Insgesamt 41 Jungrinder waren am 2. Februar aus einem Stall in Hausen ausgebrochen, weil offenbar ein Unbekannter das 2,70 Meter breite, unverschlossene Stahlgatter heimlich geöffnet hatte. Die Färsen liefen in alle Himmelsrichtungen davon. Einige Tiere wurden erst Stunden später hinter Mamhofen, bei Königswiesen und Unterbrunn entdeckt. Binnen der ersten 24 Stunden gelang es der Polizei und Helfern, insgesamt 27 Tiere einzufangen. 14 Jungrindern blieben verschollen.

Weil die Gefahr bestand, dass die Tiere auf Bahngleise oder Straßen laufen und damit eine akute Gefahr darstellten, stand am Montag noch ein möglicher Abschuss der Tiere im Raum. Das aber wollte der betroffene Landwirt Georg Führer in jedem Fall verhindern - und wandte sich hilfesuchend an den im Landkreis lebenden Veterinärmediziner Henning Wiesner.

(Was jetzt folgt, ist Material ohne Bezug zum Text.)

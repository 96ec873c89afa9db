import fc from "fast-check";
import { simulateBlocking } from "../../../functions/simulate";
import * as erlangB from "../../../src/model/blocking/erlang-b";
import { DomainError } from "../../../src/model/errors";
import { DepartureTimes } from "../../../src/model/plan/departure-times";
import { blockedByBatch, blocking, estimateOf, HOLDING_TIMES } from "../../../src/model/plan/simulate-blocking";
import type { CellError } from "../../../src/sheet/cell-error";

describe("against Erlang B, which the simulation does not know", () => {
  const groups: [number, number][] = [
    [0.5, 1],
    [10, 15],
    [40, 40],
    [100, 60],
  ];
  const cases = HOLDING_TIMES.flatMap((holding) => groups.map(([a, n]) => [holding, a, n] as const));
  test.each(cases)("%s holding times, %p erlang on %p channels: twice the half-width holds it", (holding, a, n) => {
    const [estimate, halfWidth] = blocking(a, n, 200_000, 11, holding);
    const exact = erlangB.blocking(a, n);
    expect(Math.abs(estimate - exact)).toBeLessThanOrEqual(2 * halfWidth);
    expect(halfWidth).toBeGreaterThan(0);
    expect(halfWidth).toBeLessThan(0.25 * exact);
  });

  test.each(HOLDING_TIMES)("%s: about 95 of 100 intervals hold the exact value", (holding) => {
    const exact = erlangB.blocking(10, 12);
    let held = 0;
    for (let seed = 0; seed < 100; seed++) {
      const [estimate, halfWidth] = blocking(10, 12, 10_000, seed, holding);
      if (Math.abs(estimate - exact) <= halfWidth) held++;
    }
    // Five standard deviations of a binomial number to the low side.
    expect(held).toBeGreaterThanOrEqual(84);
    expect(held).toBeLessThan(100);
  });

  test("four times the calls halve the interval", () => {
    const [, wide] = blocking(20, 22, 100_000, 3);
    const [, narrow] = blocking(20, 22, 400_000, 3);
    expect(wide / narrow).toBeGreaterThan(1.3);
    expect(wide / narrow).toBeLessThan(3.2);
  });
});

describe("edges", () => {
  test("the same seed gives the same answer, another seed another", () => {
    expect(blocking(10, 12, 20_000, 4)).toEqual(blocking(10, 12, 20_000, 4));
    expect(blocking(10, 12, 20_000, 4)).not.toEqual(blocking(10, 12, 20_000, 5));
  });
  test("no channels block every call", () => {
    expect(blocking(3, 0, 1000, 1)).toEqual([1, 0]);
  });
  test("a blocking that was never seen is below 3 / calls", () => {
    expect(blocking(1, 1000, 60_000, 1)).toEqual([0, 3 / 60_000]);
  });
  test("long gaps between calls cost no digits: with one channel and rare calls blocking is A / (1 + A)", () => {
    const [estimate, halfWidth] = blocking(0.002, 1, 500_000, 9, "constant");
    expect(Math.abs(estimate - 0.002 / 1.002)).toBeLessThanOrEqual(2 * halfWidth);
  });
  test("batches come one after another, as long as they are asked for, and add up to the answer", () => {
    const run = blockedByBatch(10, 12, 4, "exponential", 1000);
    const blocked = Array.from({ length: 20 }, () => run.next().value);
    const { estimate, halfWidth } = estimateOf(blocked, 1000);
    expect(blocking(10, 12, 20_000, 4)).toEqual([estimate, halfWidth]);
    expect(run.next().value).toBeGreaterThan(0);
  });
  test("the estimate is the mean of the batches with Student's t", () => {
    // Two batches: t of one degree of freedom at 95 % is 12.7062 (tables), the standard error of 10 and 20 is 5.
    const { estimate, halfWidth } = estimateOf([10, 20], 100);
    expect(estimate).toBeCloseTo(0.15, 14);
    expect(halfWidth).toBeCloseTo(0.635310236808735, 12);
  });
  test.each<[string, () => unknown, string]>([
    ["traffic 0", () => blocking(0, 1, 1000, 1), "trafficE"],
    ["too much traffic", () => blocking(10_001, 1, 2e6, 1), "trafficE"],
    ["half a channel", () => blocking(1, 1.5, 1000, 1), "channels"],
    ["few calls", () => blocking(1, 1, 999, 1), "calls"],
    ["too many calls", () => blocking(1, 1, 2_000_001, 1), "calls"],
    ["calls that do not outlast the memory", () => blocking(100, 100, 19_999, 1), "at least 20000 calls"],
    ["more traffic than long phases allow", () => blocking(3000, 1, 2e6, 1, "hyperexponential"), "at most 2500 erlang"],
    ["a negative seed", () => blocking(1, 1, 1000, -1), "seed"],
    ["another distribution", () => blocking(1, 1, 1000, 1, "uniform" as "constant"), "holdingTime"],
  ])("%s is refused by name", (_, call, words) => {
    expect(call).toThrow(DomainError);
    expect(call).toThrow(words);
  });
});

test("departures leave in the order of their times", () => {
  fc.assert(
    fc.property(fc.array(fc.double({ min: 0, max: 100, noNaN: true }), { maxLength: 60 }), (ends) => {
      const times = new DepartureTimes(ends.length);
      ends.forEach((end) => times.add(end));
      for (let now = 0; now <= 100; now += 5) {
        times.removeUpTo(now);
        expect(times.size).toBe(ends.filter((end) => end > now).length);
      }
    }),
    { seed: 1964, numRuns: 300 },
  );
});

describe("in the sheet", () => {
  test("spills estimate and half-width, with headings where asked", () => {
    const [headings, values] = simulateBlocking([[10]], [[15]], [[20_000]], [[1]], [["Constant"]], [[true]]);
    expect(headings).toEqual(["estimate", "half-width"]);
    expect(values).toEqual(blocking(10, 15, 20_000, 1, "constant"));
  });
  test("one bad row spoils no other", () => {
    const rows = simulateBlocking([[10], [-1], [null]], [[15]], [[20_000]], [[1]]);
    expect(rows[0]).toEqual(blocking(10, 15, 20_000, 1));
    expect((rows[1]![0] as CellError).code).toBe("#VALUE!");
    expect(rows[2]).toEqual(["", ""]);
  });
});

Wiesner war von 1980 bis 2009 Direktor des Münchener Tierparks Hellabrunn. 2011 konnte er bei Mühldorf die wohl prominenteste entlaufene Kuh, "Yvonne", nach fast vier Monaten einfangen. Der Tiermediziner hatte die Idee, die Jungtiere mit dem Muhen einer Mutterkuh aus dem Wald zu locken. Dann, so der Plan, könne man sie mit dem Blasrohr betäuben.

Am Freitagvormittag traf man sich zum Runden Tisch im Landratsamt. Die Kreisbehörde musste eine Erlaubnis erteilen, dass auf die Kälber geschossen werden darf, wenn auch "nur" mit dem Narkosegewehr oder dem Blasrohr. "Das Rind ist kein jagbares Tier", sagt Sprecher Stefan Diebl. Neben der Unteren Waffenbehörde saßen am Tisch: Veterinärmediziner des Landratsamtes, Vertreter der Jägerschaft sowie der Polizeiinspektionen Starnberg und Gauting, Henning Wiesner und der Landwirt.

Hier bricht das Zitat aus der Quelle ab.